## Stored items
import type { Redis } from 'ioredis';

/**
 * BullMQ wants `maxRetriesPerRequest: null`, so while Redis is away every command waits in ioredis'
 * offline queue until it returns: a request handler awaiting one would hang for as long as the
 * outage lasts. The API's producers therefore give each call a short budget and fail fast with an
 * error `http/unavailable.ts` answers as 503 ("the job queue is not answering").
 */

/** How long an API call to Redis may take before the caller hears the queue is unavailable. */
export const QUEUE_CALL_MS = 1500;

export class QueueUnavailableError extends Error {
  readonly dependency = 'the job queue';
  /** a network code, so http/unavailable.ts maps it to 503 with Retry-After */
  readonly code: string;
  constructor(reason: string, code: 'ECONNREFUSED' | 'ETIMEDOUT') {
    super(`the job queue (Redis) is not answering: ${reason}`);
    this.name = 'QueueUnavailableError';
    this.code = code;
  }
}

/** Wait (at most `ms`) for a connection that is still making its first connection to be ready. */
async function ready(connection: Redis, ms: number): Promise<void> {
  if (connection.status === 'ready') return;
  if (connection.status === 'end' || connection.status === 'close') throw new QueueUnavailableError('the connection is closed', 'ECONNREFUSED');
  // a connection that was up and lost it: Redis is away now, there is nothing to wait for (callers retry later)
  if (connection.status === 'reconnecting') throw new QueueUnavailableError('the connection was lost and is being retried', 'ECONNREFUSED');
  await new Promise<void>((resolve, reject) => {
    const onReady = () => {
      clearTimeout(timer);
      resolve();
    };
    const timer = setTimeout(() => {
      connection.off('ready', onReady);
      reject(new QueueUnavailableError(`no connection within ${ms} ms`, 'ECONNREFUSED'));
    }, ms);
    connection.once('ready', onReady);
  });
}

/**
 * Run `call` against Redis within `ms`, or throw QueueUnavailableError. A call that timed out may
 * still reach Redis later (it sits in the offline queue): callers only use this for operations that
 * are idempotent (jobs are added under their own id) or whose late effect is harmless.
 */
export async function withinBudget<T>(connection: Redis, call: () => Promise<T>, ms = QUEUE_CALL_MS): Promise<T> {
  const start = Date.now();
  // a Redis that is away is known within one call's budget, even when the call itself may take longer
  await ready(connection, Math.min(ms, QUEUE_CALL_MS));
  let timer: NodeJS.Timeout | undefined;
  const late = new Promise<never>((_, reject) => {
    timer = setTimeout(() => reject(new QueueUnavailableError(`no answer within ${ms} ms`, 'ETIMEDOUT')), Math.max(1, ms - (Date.now() - start)));
  });
  try {
    return await Promise.race([call(), late]);
  } finally {
    clearTimeout(timer);
  }
}

/** Close a connection without waiting for a Redis that is away (quit would queue behind the outage). */
export async function closeConnection(connection: Redis): Promise<void> {
  if (connection.status === 'ready') await connection.quit().catch(() => connection.disconnect());
  else connection.disconnect();
}
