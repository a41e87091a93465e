/**
 * A small exact pile for the landing page, computed in the browser: n grains at the origin of Z^2,
 * toppled until every site holds fewer than 4. Sized so it finishes in a few milliseconds; the real
 * engine lives in renderer/.
 */
export interface HeroPile {
  /** side of the square grid, odd, origin in the centre */
  size: number;
  heights: Uint8Array;
  toppled: Uint8Array;
  /** total number of single topplings */
  topplings: number;
}

export function stabiliseSquare(n: number, size: number): HeroPile {
  const h = new Int32Array(size * size);
  const toppled = new Uint8Array(size * size);
  const c = (size >> 1) * size + (size >> 1);
  h[c] = n;
  const stack: number[] = [c];
  let topplings = 0;
  while (stack.length) {
    const i = stack.pop()!;
    if (h[i]! < 4) continue;
    // Fire as many times as the site allows at once; the abelian property makes the order irrelevant.
    const times = Math.floor(h[i]! / 4);
    h[i]! -= 4 * times;
    topplings += times;
    toppled[i] = 1;
    const x = i % size;
    const y = (i - x) / size;
    if (x === 0 || y === 0 || x === size - 1 || y === size - 1) throw new Error('pile reached the edge of the grid');
    for (const j of [i - 1, i + 1, i - size, i + size]) {
      h[j]! += times;
      if (h[j]! >= 4) stack.push(j);
    }
  }
  return { size, heights: Uint8Array.from(h), toppled, topplings };
}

## Required work
Go through the data above and copy each line in which "ETIMEDOUT" appears.

## Answer to this problem
  constructor(reason: string, code: 'ECONNREFUSED' | 'ETIMEDOUT') {
    timer = setTimeout(() => reject(new QueueUnavailableError(`no answer within ${ms} ms`, 'ETIMEDOUT')), Math.max(1, ms - (Date.now() - start)));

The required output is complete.